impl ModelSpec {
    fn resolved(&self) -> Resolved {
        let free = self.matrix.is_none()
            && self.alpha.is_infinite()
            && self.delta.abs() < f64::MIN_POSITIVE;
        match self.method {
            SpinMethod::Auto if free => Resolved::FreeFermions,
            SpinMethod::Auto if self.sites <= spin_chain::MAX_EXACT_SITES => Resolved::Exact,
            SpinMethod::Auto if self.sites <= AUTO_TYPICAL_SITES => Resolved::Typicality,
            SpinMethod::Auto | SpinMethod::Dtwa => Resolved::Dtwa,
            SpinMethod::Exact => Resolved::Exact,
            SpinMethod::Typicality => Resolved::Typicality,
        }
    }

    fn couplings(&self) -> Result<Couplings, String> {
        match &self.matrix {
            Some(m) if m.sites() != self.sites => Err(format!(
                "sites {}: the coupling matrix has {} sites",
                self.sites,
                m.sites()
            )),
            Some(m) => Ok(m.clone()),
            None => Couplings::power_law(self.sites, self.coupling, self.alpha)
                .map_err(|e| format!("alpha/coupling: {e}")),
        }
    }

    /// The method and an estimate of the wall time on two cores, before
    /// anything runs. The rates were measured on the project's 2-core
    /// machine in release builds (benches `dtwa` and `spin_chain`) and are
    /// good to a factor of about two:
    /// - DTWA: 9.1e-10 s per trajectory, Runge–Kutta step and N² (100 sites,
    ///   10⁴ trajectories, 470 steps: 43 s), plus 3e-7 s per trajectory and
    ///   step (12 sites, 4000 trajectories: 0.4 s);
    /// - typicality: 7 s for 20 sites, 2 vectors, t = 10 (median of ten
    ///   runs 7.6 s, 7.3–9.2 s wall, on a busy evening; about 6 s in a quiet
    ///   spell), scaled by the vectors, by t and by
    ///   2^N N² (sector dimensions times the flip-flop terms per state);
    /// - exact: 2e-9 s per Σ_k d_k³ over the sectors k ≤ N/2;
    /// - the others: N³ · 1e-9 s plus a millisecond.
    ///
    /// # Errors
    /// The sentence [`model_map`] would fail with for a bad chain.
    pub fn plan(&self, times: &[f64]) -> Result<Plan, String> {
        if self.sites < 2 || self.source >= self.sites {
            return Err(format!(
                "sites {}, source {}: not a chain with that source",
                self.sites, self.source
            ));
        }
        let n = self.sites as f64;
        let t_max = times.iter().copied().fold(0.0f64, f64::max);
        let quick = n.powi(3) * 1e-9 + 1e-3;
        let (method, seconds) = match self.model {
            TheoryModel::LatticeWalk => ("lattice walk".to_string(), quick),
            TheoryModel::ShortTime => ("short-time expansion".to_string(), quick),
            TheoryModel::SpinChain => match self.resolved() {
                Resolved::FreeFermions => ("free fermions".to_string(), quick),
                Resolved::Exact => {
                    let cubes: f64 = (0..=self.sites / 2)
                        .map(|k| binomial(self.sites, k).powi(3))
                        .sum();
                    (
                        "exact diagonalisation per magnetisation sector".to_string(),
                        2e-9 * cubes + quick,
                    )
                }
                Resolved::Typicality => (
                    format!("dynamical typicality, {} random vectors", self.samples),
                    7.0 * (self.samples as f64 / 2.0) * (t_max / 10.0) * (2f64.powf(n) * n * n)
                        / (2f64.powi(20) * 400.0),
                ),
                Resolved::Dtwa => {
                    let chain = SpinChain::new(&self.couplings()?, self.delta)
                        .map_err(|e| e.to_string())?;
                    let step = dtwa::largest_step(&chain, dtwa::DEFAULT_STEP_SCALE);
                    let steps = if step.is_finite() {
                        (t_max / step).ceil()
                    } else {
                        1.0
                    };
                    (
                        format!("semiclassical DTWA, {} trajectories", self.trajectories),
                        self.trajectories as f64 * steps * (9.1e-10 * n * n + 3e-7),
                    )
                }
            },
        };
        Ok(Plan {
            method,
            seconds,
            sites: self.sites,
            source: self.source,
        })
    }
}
··········
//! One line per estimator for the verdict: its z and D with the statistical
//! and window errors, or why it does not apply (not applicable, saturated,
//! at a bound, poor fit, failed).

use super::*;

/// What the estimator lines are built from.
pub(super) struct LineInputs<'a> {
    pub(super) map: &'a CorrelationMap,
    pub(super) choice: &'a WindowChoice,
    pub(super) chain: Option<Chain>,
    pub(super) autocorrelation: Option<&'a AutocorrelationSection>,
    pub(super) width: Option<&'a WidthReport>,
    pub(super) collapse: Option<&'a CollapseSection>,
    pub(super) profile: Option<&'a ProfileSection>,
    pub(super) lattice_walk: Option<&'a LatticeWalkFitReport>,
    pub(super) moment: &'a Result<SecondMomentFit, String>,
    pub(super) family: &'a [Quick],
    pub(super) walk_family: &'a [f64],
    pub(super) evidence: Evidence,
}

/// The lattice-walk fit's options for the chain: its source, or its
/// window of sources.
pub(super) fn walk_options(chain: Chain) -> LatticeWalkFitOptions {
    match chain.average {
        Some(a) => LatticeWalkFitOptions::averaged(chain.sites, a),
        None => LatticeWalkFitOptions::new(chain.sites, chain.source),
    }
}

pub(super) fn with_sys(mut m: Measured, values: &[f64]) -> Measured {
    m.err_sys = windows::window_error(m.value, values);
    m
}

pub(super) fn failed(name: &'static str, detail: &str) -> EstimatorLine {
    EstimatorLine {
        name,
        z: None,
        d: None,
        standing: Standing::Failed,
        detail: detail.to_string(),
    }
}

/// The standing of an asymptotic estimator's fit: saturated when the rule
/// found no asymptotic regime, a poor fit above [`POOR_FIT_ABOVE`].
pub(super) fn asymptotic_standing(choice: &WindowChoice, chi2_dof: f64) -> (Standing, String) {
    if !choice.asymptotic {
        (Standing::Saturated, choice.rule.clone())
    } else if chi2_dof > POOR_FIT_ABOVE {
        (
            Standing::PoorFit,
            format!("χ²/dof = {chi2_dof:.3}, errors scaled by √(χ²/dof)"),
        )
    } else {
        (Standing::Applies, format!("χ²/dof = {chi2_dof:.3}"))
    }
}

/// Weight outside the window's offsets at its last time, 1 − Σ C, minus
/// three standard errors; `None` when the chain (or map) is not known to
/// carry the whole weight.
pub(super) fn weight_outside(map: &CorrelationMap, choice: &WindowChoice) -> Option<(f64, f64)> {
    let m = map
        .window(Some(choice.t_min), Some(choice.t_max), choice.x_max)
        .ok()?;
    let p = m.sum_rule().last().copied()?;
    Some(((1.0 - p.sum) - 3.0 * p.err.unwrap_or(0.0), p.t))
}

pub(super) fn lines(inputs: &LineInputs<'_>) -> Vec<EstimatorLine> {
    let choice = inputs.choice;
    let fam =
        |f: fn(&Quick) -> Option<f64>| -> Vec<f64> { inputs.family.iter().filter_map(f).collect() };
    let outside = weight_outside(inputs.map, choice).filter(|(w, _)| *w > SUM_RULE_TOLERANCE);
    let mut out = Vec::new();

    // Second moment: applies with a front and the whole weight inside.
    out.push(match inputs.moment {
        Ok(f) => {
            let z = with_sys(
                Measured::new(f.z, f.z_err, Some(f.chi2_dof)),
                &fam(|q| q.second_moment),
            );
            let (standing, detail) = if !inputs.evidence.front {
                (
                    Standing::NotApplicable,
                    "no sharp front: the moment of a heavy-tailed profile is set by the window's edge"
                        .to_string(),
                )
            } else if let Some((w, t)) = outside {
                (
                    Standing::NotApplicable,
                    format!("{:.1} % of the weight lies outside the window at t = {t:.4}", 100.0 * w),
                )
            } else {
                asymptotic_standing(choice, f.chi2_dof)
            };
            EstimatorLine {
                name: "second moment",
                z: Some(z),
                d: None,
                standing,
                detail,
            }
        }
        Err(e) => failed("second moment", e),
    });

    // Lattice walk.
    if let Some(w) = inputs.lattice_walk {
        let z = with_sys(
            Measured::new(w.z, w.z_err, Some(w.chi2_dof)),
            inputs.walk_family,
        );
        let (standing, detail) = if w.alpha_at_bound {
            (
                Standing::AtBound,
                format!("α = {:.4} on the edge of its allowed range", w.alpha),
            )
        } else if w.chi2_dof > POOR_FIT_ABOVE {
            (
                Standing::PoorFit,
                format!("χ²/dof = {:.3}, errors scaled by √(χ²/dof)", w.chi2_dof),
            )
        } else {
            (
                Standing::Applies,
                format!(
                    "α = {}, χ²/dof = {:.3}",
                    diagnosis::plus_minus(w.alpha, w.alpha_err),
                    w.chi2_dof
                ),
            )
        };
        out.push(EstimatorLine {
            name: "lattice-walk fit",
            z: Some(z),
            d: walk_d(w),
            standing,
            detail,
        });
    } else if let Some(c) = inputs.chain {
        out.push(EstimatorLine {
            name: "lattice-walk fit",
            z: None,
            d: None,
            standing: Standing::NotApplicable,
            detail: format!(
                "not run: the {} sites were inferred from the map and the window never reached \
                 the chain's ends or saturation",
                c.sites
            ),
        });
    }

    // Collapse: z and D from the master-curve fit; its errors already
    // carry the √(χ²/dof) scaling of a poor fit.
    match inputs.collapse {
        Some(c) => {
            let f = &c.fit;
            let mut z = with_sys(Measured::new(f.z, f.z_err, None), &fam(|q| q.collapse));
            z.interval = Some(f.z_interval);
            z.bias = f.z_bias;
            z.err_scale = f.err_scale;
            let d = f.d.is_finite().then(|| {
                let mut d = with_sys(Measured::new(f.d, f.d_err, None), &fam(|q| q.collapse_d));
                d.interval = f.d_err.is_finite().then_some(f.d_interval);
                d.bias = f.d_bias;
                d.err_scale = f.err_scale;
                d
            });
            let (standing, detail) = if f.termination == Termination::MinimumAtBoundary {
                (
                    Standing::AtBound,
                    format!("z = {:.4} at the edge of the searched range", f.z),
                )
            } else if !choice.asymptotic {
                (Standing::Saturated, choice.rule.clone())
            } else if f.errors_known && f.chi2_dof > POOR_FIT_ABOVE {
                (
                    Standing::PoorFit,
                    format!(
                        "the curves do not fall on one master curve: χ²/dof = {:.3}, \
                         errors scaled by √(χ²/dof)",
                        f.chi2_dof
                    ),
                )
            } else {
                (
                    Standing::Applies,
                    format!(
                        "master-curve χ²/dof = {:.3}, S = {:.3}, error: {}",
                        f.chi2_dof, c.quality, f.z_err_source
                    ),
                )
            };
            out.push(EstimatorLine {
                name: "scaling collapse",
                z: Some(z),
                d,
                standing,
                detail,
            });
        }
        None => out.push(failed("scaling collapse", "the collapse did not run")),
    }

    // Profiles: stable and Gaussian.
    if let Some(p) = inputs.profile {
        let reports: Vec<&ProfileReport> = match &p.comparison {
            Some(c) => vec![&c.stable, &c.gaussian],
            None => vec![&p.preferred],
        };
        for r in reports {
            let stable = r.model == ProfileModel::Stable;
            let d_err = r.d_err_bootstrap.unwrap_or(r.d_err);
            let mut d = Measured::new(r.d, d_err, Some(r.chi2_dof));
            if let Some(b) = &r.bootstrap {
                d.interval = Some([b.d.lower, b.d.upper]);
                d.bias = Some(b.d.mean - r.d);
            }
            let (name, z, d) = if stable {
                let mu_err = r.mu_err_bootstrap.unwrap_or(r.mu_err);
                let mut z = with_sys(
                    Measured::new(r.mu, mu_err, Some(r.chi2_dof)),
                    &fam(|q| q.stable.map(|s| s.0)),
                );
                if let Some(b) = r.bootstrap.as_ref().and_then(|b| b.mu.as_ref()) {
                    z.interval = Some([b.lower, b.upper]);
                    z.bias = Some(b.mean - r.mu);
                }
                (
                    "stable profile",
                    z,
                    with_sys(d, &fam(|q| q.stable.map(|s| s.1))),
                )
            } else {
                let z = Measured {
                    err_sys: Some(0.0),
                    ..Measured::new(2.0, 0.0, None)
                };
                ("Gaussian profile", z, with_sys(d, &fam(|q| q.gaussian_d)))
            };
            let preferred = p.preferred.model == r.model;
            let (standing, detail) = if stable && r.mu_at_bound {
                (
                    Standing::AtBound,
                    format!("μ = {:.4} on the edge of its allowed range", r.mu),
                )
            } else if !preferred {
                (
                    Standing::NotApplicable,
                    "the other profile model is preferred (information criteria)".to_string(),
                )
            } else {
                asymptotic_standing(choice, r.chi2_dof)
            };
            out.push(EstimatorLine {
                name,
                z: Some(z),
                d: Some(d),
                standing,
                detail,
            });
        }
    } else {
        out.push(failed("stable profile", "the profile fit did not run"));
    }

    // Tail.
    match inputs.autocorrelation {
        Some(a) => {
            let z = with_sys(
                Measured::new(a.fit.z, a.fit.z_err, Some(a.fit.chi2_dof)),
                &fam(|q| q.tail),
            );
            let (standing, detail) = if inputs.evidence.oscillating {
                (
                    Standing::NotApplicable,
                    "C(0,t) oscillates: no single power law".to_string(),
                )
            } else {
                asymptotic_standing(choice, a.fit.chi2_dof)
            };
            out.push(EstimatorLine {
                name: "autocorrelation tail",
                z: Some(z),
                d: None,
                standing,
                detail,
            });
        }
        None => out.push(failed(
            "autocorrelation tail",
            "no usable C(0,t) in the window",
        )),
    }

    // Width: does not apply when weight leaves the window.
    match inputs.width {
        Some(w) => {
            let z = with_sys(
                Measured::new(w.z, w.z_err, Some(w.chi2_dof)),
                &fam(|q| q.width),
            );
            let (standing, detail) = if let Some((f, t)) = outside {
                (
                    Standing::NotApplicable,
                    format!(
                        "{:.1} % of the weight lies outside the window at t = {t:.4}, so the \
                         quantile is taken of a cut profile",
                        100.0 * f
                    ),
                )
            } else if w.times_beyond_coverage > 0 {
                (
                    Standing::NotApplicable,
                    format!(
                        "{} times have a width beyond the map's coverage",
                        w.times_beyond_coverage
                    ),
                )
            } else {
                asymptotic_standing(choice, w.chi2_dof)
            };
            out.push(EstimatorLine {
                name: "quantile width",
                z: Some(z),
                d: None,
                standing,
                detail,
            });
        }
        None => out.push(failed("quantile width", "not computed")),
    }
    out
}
··········
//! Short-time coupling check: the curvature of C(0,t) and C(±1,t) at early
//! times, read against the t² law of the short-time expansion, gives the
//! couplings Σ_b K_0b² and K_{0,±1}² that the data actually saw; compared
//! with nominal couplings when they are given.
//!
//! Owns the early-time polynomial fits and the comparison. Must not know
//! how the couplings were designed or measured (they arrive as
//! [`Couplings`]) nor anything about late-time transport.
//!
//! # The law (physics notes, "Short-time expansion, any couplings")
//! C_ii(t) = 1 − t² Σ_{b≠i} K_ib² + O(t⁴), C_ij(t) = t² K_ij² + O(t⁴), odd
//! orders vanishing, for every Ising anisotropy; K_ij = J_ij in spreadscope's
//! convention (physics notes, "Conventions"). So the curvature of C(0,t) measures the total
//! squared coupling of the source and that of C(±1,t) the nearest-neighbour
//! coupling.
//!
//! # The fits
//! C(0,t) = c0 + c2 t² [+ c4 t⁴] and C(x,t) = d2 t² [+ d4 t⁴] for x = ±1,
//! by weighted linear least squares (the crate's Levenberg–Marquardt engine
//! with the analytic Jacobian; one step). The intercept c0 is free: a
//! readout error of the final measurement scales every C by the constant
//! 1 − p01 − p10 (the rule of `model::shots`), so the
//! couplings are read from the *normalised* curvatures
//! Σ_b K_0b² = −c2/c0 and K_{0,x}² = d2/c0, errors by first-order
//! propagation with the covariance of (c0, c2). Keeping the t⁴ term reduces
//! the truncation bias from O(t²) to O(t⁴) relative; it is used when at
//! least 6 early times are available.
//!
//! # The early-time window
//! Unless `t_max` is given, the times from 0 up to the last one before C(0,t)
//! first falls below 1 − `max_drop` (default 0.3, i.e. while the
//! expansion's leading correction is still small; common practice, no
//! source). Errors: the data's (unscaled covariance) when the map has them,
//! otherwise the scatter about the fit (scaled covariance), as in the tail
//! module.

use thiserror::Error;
··········
Provide the count of lines in the entries above that hold the word "early", and leave out everything else.

## PROBLEM SOLUTION
4